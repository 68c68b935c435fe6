import { describe, expect, it } from 'vitest';
import { judgeAttribute, verdictOfCode, VERDICT_CODE, VERDICTS, worstVerdict } from './verdict.ts';

describe('the worst verdict', () => {
  it('is out of tolerance before undecided before not measured before in tolerance', () => {
    const order = ['in-tolerance', 'not-measured', 'undecided', 'out-of-tolerance'] as const;
    for (const [index, verdict] of order.entries()) {
      expect(worstVerdict(order.slice(0, index + 1))).toBe(verdict);
      expect(worstVerdict([...order.slice(0, index + 1)].reverse())).toBe(verdict);
    }
  });

  it('of nothing is not measured', () => {
    expect(worstVerdict([])).toBe('not-measured');
    expect(worstVerdict(['in-tolerance'])).toBe('in-tolerance');
  });

  it('has a code for each verdict', () => {
    expect(Object.values(VERDICT_CODE).map(verdictOfCode)).toEqual([
      'not-measured',
      'in-tolerance',
      'out-of-tolerance',
      'undecided',
    ]);
    expect(VERDICTS).toHaveLength(4);
    expect(verdictOfCode(9)).toBe('not-measured');
  });
});

describe('an attribute row', () => {
  it('fails with one failed piece and is not measured without pieces', () => {
    expect(judgeAttribute({ checked: 50, failed: 0 })).toMatchObject({
      verdict: 'in-tolerance',
      n: 50,
      failed: 0,
    });
    expect(judgeAttribute({ checked: 50, failed: 1 })).toMatchObject({ verdict: 'out-of-tolerance' });
    expect(judgeAttribute({ checked: 1, failed: 1 })).toMatchObject({ verdict: 'out-of-tolerance' });
    expect(judgeAttribute({ checked: 0, failed: 0 })).toMatchObject({ verdict: 'not-measured' });
  });

  it('refuses counts that cannot be', () => {
    expect(judgeAttribute({ checked: 5, failed: 6 })).toMatchObject({ code: 'more-failed-than-checked' });
    for (const [checked, failed] of [
      [-1, 0],
      [5, -1],
      [2.5, 0],
      [5, 0.5],
      [NaN, 0],
      [Infinity, 0],
    ] as const)
      expect(judgeAttribute({ checked, failed })).toMatchObject({ code: 'not-a-count' });
  });
});
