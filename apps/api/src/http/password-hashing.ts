import { hash, verify } from '@node-rs/argon2';
import { TooMany } from './problems.ts';

/** The package exports this as a const enum, which does not exist at run time. */
const argon2id = 2;

/** OWASP's minimum for Argon2id: 19 MiB, two passes, one lane. */
const parameters = { algorithm: argon2id, memoryCost: 19_456, timeCost: 2, parallelism: 1 } as const;
const currentPrefix = '$argon2id$v=19$m=19456,t=2,p=1$';

/** Two at a time keep the other requests going on two cores; beyond the queue the caller is told to wait. */
const atOnce = 2;
const longestQueue = 60;

export class PasswordHashing {
  private running = 0;
  private readonly waiting: (() => void)[] = [];
  private dummy: Promise<string> | undefined;

  hash(password: string): Promise<string> {
    return this.inTurn(() => hash(password.normalize('NFC'), parameters));
  }

  verify(stored: string, password: string): Promise<boolean> {
    return this.inTurn(() => verify(stored, password.normalize('NFC')));
  }

  /** Takes as long as a real verification, for an address nobody has. */
  async verifyNothing(password: string): Promise<false> {
    this.dummy ??= this.hash('a password that opens nothing');
    await this.verify(await this.dummy, password);
    return false;
  }

  isOutdated(stored: string): boolean {
    return !stored.startsWith(currentPrefix);
  }

  private async inTurn<T>(work: () => Promise<T>): Promise<T> {
    if (this.running >= atOnce) {
      if (this.waiting.length >= longestQueue)
        throw new TooMany(5, 'Many people are signing in. Try again in a few seconds.');
      await new Promise<void>((resolve) => this.waiting.push(resolve));
    } else {
      this.running += 1;
    }
    try {
      return await work();
    } finally {
      const next = this.waiting.shift();
      if (next) next();
      else this.running -= 1;
    }
  }
}
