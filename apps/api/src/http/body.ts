import express, { type Request, type RequestHandler, type Response } from 'express';
import { Malformed, unsupportedMedia } from './problems.ts';

export const ordinaryBodyBytes = 1024 * 1024;
const deepest = 20;
const forbiddenKeys = new Set(['__proto__', 'constructor', 'prototype']);
const exactJson = /^application\/json(?:\s*;\s*charset="?utf-8"?)?$/i;

const parsers = new Map<number, RequestHandler>();

/** Reads the body only after the person was let in, so that nobody unknown makes the server parse anything. */
export async function readJson(req: Request, res: Response, limit: number): Promise<unknown> {
  if (!exactJson.test(req.headers['content-type'] ?? '')) throw unsupportedMedia('application/json');
  await run(parserFor(limit), req, res);
  assertPlain(req.body);
  return req.body as unknown;
}

/** A route without a body schema takes no body: nothing that was sent is silently dropped. */
export function assertNoBody(req: Request): void {
  const length = req.headers['content-length'];
  if (req.headers['transfer-encoding'] !== undefined || (length !== undefined && length !== '0')) {
    throw new Malformed('This takes no body.');
  }
}

export function run(handler: RequestHandler, req: Request, res: Response): Promise<void> {
  return new Promise((resolve, reject) => {
    // A middleware may answer through `next(error)` only; none of those used here writes by itself.
    void handler(req, res, (error?: unknown) => {
      if (error === undefined) resolve();
      else reject(error instanceof Error ? error : new Error(String(error)));
    });
  });
}

function parserFor(limit: number): RequestHandler {
  const known = parsers.get(limit);
  if (known) return known;
  const parser = express.json({ limit, inflate: false, strict: true, type: () => true });
  parsers.set(limit, parser);
  return parser;
}

/** Throws for nesting beyond what any message needs and for keys that reach into prototypes. */
export function assertPlain(value: unknown, depth = 0): void {
  if (typeof value !== 'object' || value === null) return;
  if (depth >= deepest) throw new Malformed(`The body is nested more than ${deepest} levels deep.`);
  if (Array.isArray(value)) {
    for (const item of value) assertPlain(item, depth + 1);
    return;
  }
  for (const key of Object.keys(value)) {
    if (forbiddenKeys.has(key)) throw new Malformed(`A field may not be called ${key}.`);
    assertPlain((value as Record<string, unknown>)[key], depth + 1);
  }
}
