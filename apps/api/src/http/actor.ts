import type { Permission, Role } from '@trammel/shared/roles';

/** The signed-in person as every deed sees them. The organisation comes from here alone, never from the request. */
export interface Actor {
  readonly userId: string;
  readonly organisationId: string;
  readonly organisationName: string;
  readonly name: string;
  readonly email: string;
  readonly title: string;
  readonly roles: readonly Role[];
  readonly maySign: boolean;
  readonly permissions: ReadonlySet<Permission>;
  readonly sessionId: string;
}
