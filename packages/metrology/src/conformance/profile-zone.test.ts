import { describe, expect, it } from 'vitest';
import { judgeReading } from './judge-reading.ts';
import type { Limits } from './limits.ts';
import { profileLimits, profileValue } from './profile-zone.ts';

describe('profile zones', () => {
  it('halve an equal zone without losing a digit', () => {
    expect(profileLimits({ zone: 'equal', tolerance: '0.4' })).toEqual({ lower: '-0.2', upper: '0.2' });
    expect(profileLimits({ zone: 'equal', tolerance: '0.25' })).toEqual({ lower: '-0.125', upper: '0.125' });
  });

  it('lie wholly on one side when unilateral', () => {
    expect(profileLimits({ zone: 'unilateral-outside', tolerance: '0.4' })).toEqual({
      lower: '0.0',
      upper: '0.4',
    });
    expect(profileLimits({ zone: 'unilateral-inside', tolerance: '0.4' })).toEqual({
      lower: '-0.4',
      upper: '0',
    });
  });

  it('are parted unequally by the outer share, or displaced by an offset', () => {
    expect(profileLimits({ zone: 'unequal', tolerance: '0.4', outside: '0.1' })).toEqual({
      lower: '-0.3',
      upper: '0.1',
    });
    expect(profileLimits({ zone: 'unequal', tolerance: '0.4', outside: '0' })).toEqual({
      lower: '-0.4',
      upper: '0',
    });
    expect(profileLimits({ zone: 'unequal', tolerance: '0.4', outside: '0.4' })).toEqual({
      lower: '0.0',
      upper: '0.4',
    });
    expect(profileLimits({ zone: 'offset', tolerance: '0.4', offset: '-0.25' })).toEqual({
      lower: '-0.45',
      upper: '-0.05',
    });
    expect(profileLimits({ zone: 'offset', tolerance: '0.4', offset: '0.1' })).toEqual({
      lower: '-0.1',
      upper: '0.3',
    });
  });

  it('refuse a width that is not above 0 and an outer share beyond the width', () => {
    expect(profileLimits({ zone: 'equal', tolerance: '0' })).toMatchObject({
      code: 'tolerance-not-positive',
    });
    expect(profileLimits({ zone: 'equal', tolerance: '' })).toMatchObject({ code: 'empty' });
    expect(profileLimits({ zone: 'unequal', tolerance: '0.4', outside: '0.41' })).toMatchObject({
      code: 'outside-beyond-width',
    });
    expect(profileLimits({ zone: 'unequal', tolerance: '0.4', outside: '-0.1' })).toMatchObject({
      code: 'outside-beyond-width',
    });
    expect(profileLimits({ zone: 'unequal', tolerance: '0.4', outside: 'U' })).toMatchObject({
      code: 'not-a-number',
    });
    expect(profileLimits({ zone: 'offset', tolerance: '0.4', offset: 'U' })).toMatchObject({
      code: 'not-a-number',
    });
  });

  it('judge signed deviations at the edge', () => {
    const zone = profileLimits({ zone: 'unequal', tolerance: '0.4', outside: '0.1' }) as Limits;
    expect(['-0.3', '0.1', '-0.3001', '0.1001'].map((text) => judgeReading(text, zone).verdict)).toEqual([
      'in-tolerance',
      'in-tolerance',
      'out-of-tolerance',
      'out-of-tolerance',
    ]);
  });

  it('report twice the largest deviation of an equal zone', () => {
    expect(profileValue('-0.12', '0.08')).toBe('0.24');
    expect(profileValue('0.01', '0.080')).toBe('0.160');
    expect(profileValue('0', '0')).toBe('0');
    expect(profileValue('a', '0')).toMatchObject({ code: 'not-a-number' });
    expect(profileValue('0', 'b')).toMatchObject({ code: 'not-a-number' });
  });
});
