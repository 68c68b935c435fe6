import { digitsAtScale, formatDecimal, powerOfTen } from '../decimal/decimal.ts';
import type { Decimal } from '../decimal/decimal.ts';
import { ratioToNumber } from '../decimal/ratio.ts';
import { FAST_DIGITS } from './compile-limits.ts';

const POWERS = Float64Array.from({ length: FAST_DIGITS + 1 }, (_, exponent) => 10 ** exponent);

/** Readings that were accepted as numbers: integer units and scale where they fit, else the exact decimal. */
export class ReadingStore {
  readonly units: Float64Array;
  readonly scales: Uint8Array;
  readonly long = new Map<number, Decimal>();
  count = 0;
  largestScale = 0;
  sameScale = true;

  constructor(capacity: number) {
    this.units = new Float64Array(capacity);
    this.scales = new Uint8Array(capacity);
  }

  exact(position: number): Decimal {
    return (
      this.long.get(position) ?? {
        digits: BigInt(this.units[position] ?? 0),
        scale: this.scales[position] ?? 0,
      }
    );
  }
}

/** Extremes as typed, mean and standard deviation (divisor n − 1) of the readings of a sample. */
export interface Summary {
  min: string | null;
  max: string | null;
  mean: number | null;
  standardDeviation: number | null;
}

/** All readings as integers at the largest scale, or null when one of them would leave the safe integers. */
function alignedUnits(store: ReadingStore): Float64Array | null {
  const { units, scales, count, largestScale } = store;
  if (store.long.size > 0) return null;
  if (store.sameScale) return units;
  const aligned = new Float64Array(count);
  for (let position = 0; position < count; position += 1) {
    const lifted = (units[position] ?? 0) * (POWERS[largestScale - (scales[position] ?? 0)] ?? 1);
    if (Math.abs(lifted) > Number.MAX_SAFE_INTEGER) return null;
    aligned[position] = lifted;
  }
  return aligned;
}

/**
 * Integers in double form: differences from the first reading are exact, so that the mean carries one rounding and
 * the deviations start from exact numbers however large the readings are.
 */
function summariseIntegers(store: ReadingStore): Summary | null {
  const aligned = alignedUnits(store);
  if (aligned === null) return null;
  const { count, largestScale } = store;
  const origin = aligned[0] ?? 0;
  let low = 0;
  let high = 0;
  let lowest = 0;
  let highest = 0;
  let sum = 0;
  for (let position = 0; position < count; position += 1) {
    const difference = (aligned[position] ?? 0) - origin;
    sum += difference;
    if (difference < lowest) {
      lowest = difference;
      low = position;
    } else if (difference > highest) {
      highest = difference;
      high = position;
    }
  }
  if (Math.max(Math.abs(lowest), Math.abs(highest)) * count > Number.MAX_SAFE_INTEGER) return null;
  const centre = sum / count;
  let squares = 0;
  for (let position = 0; position < count; position += 1) {
    const deviation = (aligned[position] ?? 0) - origin - centre;
    squares += deviation * deviation;
  }
  const unit = powerOfTen(largestScale);
  return {
    min: formatDecimal(store.exact(low)),
    max: formatDecimal(store.exact(high)),
    mean: ratioToNumber({
      numerator: BigInt(origin) * BigInt(count) + BigInt(sum),
      denominator: unit * BigInt(count),
    }),
    standardDeviation: count < 2 ? null : Math.sqrt(squares / (count - 1)) / Number(unit),
  };
}

/** The same in BigInt, for readings of more than 15 digits or of very unlike scales. */
function summariseExactly(store: ReadingStore): Summary {
  let scale = store.largestScale;
  for (const value of store.long.values()) scale = Math.max(scale, value.scale);
  let low = 0;
  let high = 0;
  let lowest: bigint | null = null;
  let highest: bigint | null = null;
  let sum = 0n;
  let squares = 0n;
  for (let position = 0; position < store.count; position += 1) {
    const units = digitsAtScale(store.exact(position), scale);
    sum += units;
    squares += units * units;
    if (lowest === null || units < lowest) {
      lowest = units;
      low = position;
    }
    if (highest === null || units > highest) {
      highest = units;
      high = position;
    }
  }
  const n = BigInt(store.count);
  const unit = powerOfTen(scale);
  const variance = { numerator: n * squares - sum * sum, denominator: n * (n - 1n) * unit * unit };
  return {
    min: formatDecimal(store.exact(low)),
    max: formatDecimal(store.exact(high)),
    mean: ratioToNumber({ numerator: sum, denominator: n * unit }),
    standardDeviation: n < 2n ? null : Math.sqrt(ratioToNumber(variance)),
  };
}

/** Summarises the readings of a sample; every figure is null where there are too few readings for it. */
export function summarise(store: ReadingStore): Summary {
  if (store.count === 0) return { min: null, max: null, mean: null, standardDeviation: null };
  return summariseIntegers(store) ?? summariseExactly(store);
}
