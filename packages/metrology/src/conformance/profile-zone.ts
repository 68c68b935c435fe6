import { addDecimals, compareDecimals, formatDecimal, negate, subtractDecimals } from '../decimal/decimal.ts';
import type { Decimal } from '../decimal/decimal.ts';
import { parseDecimal } from '../decimal/parse-decimal.ts';
import { undetermined } from '../result.ts';
import type { Undetermined } from '../result.ts';
import type { Limits } from './limits.ts';

/**
 * A profile tolerance zone of total width `tolerance`. Deviations are signed: positive adds material to the part.
 *
 * `equal`: half to each side. `unilateral-outside` / `unilateral-inside`: all on the side that adds / takes material.
 * `unequal`: ASME Y14.5 Ⓤ, `outside` is the part of the width that adds material. `offset`: ISO 1660 UZ, the middle
 * of the zone is displaced by the signed `offset` (positive adds material).
 */
export type ProfileZone =
  | { readonly zone: 'equal'; readonly tolerance: string }
  | { readonly zone: 'unilateral-outside'; readonly tolerance: string }
  | { readonly zone: 'unilateral-inside'; readonly tolerance: string }
  | { readonly zone: 'unequal'; readonly tolerance: string; readonly outside: string }
  | { readonly zone: 'offset'; readonly tolerance: string; readonly offset: string };

const ZERO: Decimal = { digits: 0n, scale: 0 };

function half(d: Decimal): Decimal {
  return d.digits % 2n === 0n
    ? { digits: d.digits / 2n, scale: d.scale }
    : { digits: d.digits * 5n, scale: d.scale + 1 };
}

function outerLimit(zone: ProfileZone, width: Decimal): Decimal | Undetermined {
  switch (zone.zone) {
    case 'equal':
      return half(width);
    case 'unilateral-outside':
      return width;
    case 'unilateral-inside':
      return ZERO;
    case 'offset': {
      const offset = parseDecimal(zone.offset);
      return 'undetermined' in offset ? offset : addDecimals(half(width), offset);
    }
    case 'unequal': {
      const outside = parseDecimal(zone.outside);
      if ('undetermined' in outside) return outside;
      return outside.digits < 0n || compareDecimals(outside, width) > 0
        ? undetermined(
            'outside-beyond-width',
            'The outer part of the zone is between 0 and its whole width: for a zone beyond the profile state an offset',
          )
        : outside;
    }
  }
}

/**
 * Limits of the signed deviation from the true profile: lower = outer − width, upper = outer, exact.
 *
 * Judge with them the smallest and the largest deviation of a piece (`judgeReading`). Halving keeps every digit:
 * 0.25 becomes ±0.125. Source: ASME Y14.5-2018 (profile, Ⓤ); ISO 1660:2017 (UZ).
 * Undetermined when the width is not above 0, a text cannot be read, or Ⓤ exceeds the width.
 */
export function profileLimits(zone: ProfileZone): Limits | Undetermined {
  const width = parseDecimal(zone.tolerance);
  if ('undetermined' in width) return width;
  if (width.digits <= 0n)
    return undetermined(
      'tolerance-not-positive',
      'The profile tolerance is not above 0: enter the whole width of the zone',
    );
  const outer = outerLimit(zone, width);
  if ('undetermined' in outer) return outer;
  return { lower: formatDecimal(subtractDecimals(outer, width)), upper: formatDecimal(outer) };
}

/**
 * The profile value reported for an equal zone: twice the larger deviation, 2·max(|smallest|, |largest|), exact.
 * It is compared with the whole width (common practice of profile reports).
 */
export function profileValue(smallest: string, largest: string): string | Undetermined {
  const low = parseDecimal(smallest);
  if ('undetermined' in low) return low;
  const high = parseDecimal(largest);
  if ('undetermined' in high) return high;
  const candidates = [low, negate(low), high, negate(high)];
  const most = candidates.reduce((a, b) => (compareDecimals(a, b) < 0 ? b : a));
  return formatDecimal({ digits: most.digits * 2n, scale: most.scale });
}
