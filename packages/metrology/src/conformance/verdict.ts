import { undetermined } from '../result.ts';
import type { Undetermined } from '../result.ts';

/** What can be said of one reading, one sample or one row against its band. */
export type Verdict = 'in-tolerance' | 'out-of-tolerance' | 'undecided' | 'not-measured';

/** The verdicts in the order of their codes 0 to 3, as `evaluateReadings` stores them in a byte each. */
export const VERDICTS: readonly Verdict[] = ['not-measured', 'in-tolerance', 'out-of-tolerance', 'undecided'];

/** Codes of the verdicts in a `Uint8Array`. */
export const VERDICT_CODE = { notMeasured: 0, inTolerance: 1, outOfTolerance: 2, undecided: 3 } as const;

/** The verdict of a stored code; a code outside 0 to 3 is not a measurement. */
export function verdictOfCode(code: number): Verdict {
  return VERDICTS[code] ?? 'not-measured';
}

const SEVERITY: Record<Verdict, number> = {
  'in-tolerance': 0,
  'not-measured': 1,
  undecided: 2,
  'out-of-tolerance': 3,
};

/**
 * The verdict a whole takes from its parts (readings of a row, rows of a part, streams of a tool): the worst.
 *
 * Order from worst: out of tolerance, undecided, not measured, in tolerance. A whole without parts is not measured.
 * Common practice: each cavity, spindle or line is judged by itself and the part takes the worst verdict.
 */
export function worstVerdict(verdicts: Iterable<Verdict>): Verdict {
  let worst: Verdict | null = null;
  for (const verdict of verdicts) if (worst === null || SEVERITY[verdict] > SEVERITY[worst]) worst = verdict;
  return worst ?? 'not-measured';
}

/** Pieces checked and pieces failed with a go/no-go gauge or by eye. */
export interface AttributeResult {
  readonly checked: number;
  readonly failed: number;
}

/** The verdict on an attribute row with what it was taken from. */
export interface AttributeJudgement {
  readonly verdict: Verdict;
  readonly method: 'attribute, no piece may fail';
  readonly n: number;
  readonly failed: number;
}

/**
 * Judges an attribute row: one failed piece fails the row; no piece checked is not measured.
 *
 * `checked` and `failed` are whole numbers with 0 ≤ failed ≤ checked; anything else is undetermined.
 * Common practice of part approval (a sample that qualifies a part has acceptance number 0).
 */
export function judgeAttribute(result: AttributeResult): AttributeJudgement | Undetermined {
  const { checked, failed } = result;
  if (!Number.isSafeInteger(checked) || !Number.isSafeInteger(failed) || checked < 0 || failed < 0)
    return undetermined(
      'not-a-count',
      'Pieces checked and pieces failed are whole numbers from 0: correct the entry',
    );
  if (failed > checked)
    return undetermined(
      'more-failed-than-checked',
      'More pieces failed than were checked: correct one of the two numbers',
    );
  const verdict: Verdict = checked === 0 ? 'not-measured' : failed > 0 ? 'out-of-tolerance' : 'in-tolerance';
  return { verdict, method: 'attribute, no piece may fail', n: checked, failed };
}
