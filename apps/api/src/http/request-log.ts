import { randomUUID } from 'node:crypto';
import type { RequestHandler } from 'express';
import { pino, type DestinationStream, type Logger } from 'pino';

/** Names that never reach a log, wherever in a logged object they stand. */
const secrets = [
  'password',
  'currentPassword',
  'newPassword',
  'token',
  'csrfToken',
  'cookie',
  'authorization',
];

export function createLogger(level: string, destination?: DestinationStream): Logger {
  const options = {
    level,
    base: null,
    timestamp: () => `,"time":"${new Date().toISOString()}"`,
    redact: { paths: secrets.flatMap((name) => [name, `*.${name}`, `*.*.${name}`]), censor: '(withheld)' },
  };
  return destination ? pino(options, destination) : pino(options);
}

declare module 'express-serve-static-core' {
  interface Request {
    /** Number of the request, in every answer and every line of the log. */
    id: string;
  }
}

/** One line a request: number, route as declared, actor, outcome. No header, no address with a token in it, no body. */
export function requestLog(log: Logger): RequestHandler {
  // These lines hold our own fixed fields only: looking for secrets in each would cost more than writing it.
  const lines = log.child({}, { redact: [] });
  const wanted = log.isLevelEnabled('info');
  return (req, res, next) => {
    const id = randomUUID();
    req.id = id;
    res.setHeader('X-Request-Id', id);
    if (wanted && req.url !== '/health/live' && !req.url.startsWith('/assets/')) {
      const began = performance.now();
      res.on('close', () => {
        const actor = res.locals.actor as Caller | undefined;
        lines.info(
          {
            requestId: id,
            method: req.method,
            route: res.locals.route as string | undefined,
            status: res.statusCode,
            complete: res.writableFinished,
            milliseconds: Math.round(performance.now() - began),
            actor: actor?.userId,
            organisation: actor?.organisationId,
          },
          'request',
        );
      });
    }
    next();
  };
}

interface Caller {
  readonly userId: string;
  readonly organisationId: string;
}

····················

#### [Brief]
Look over the entries above. Copy every line that contains the word "express".

#### [Worked solution]
import express, { type Request, type RequestHandler, type Response } from 'express';
  const parser = express.json({ limit, inflate: false, strict: true, type: () => true });
import type { RequestHandler } from 'express';
declare module 'express-serve-static-core' {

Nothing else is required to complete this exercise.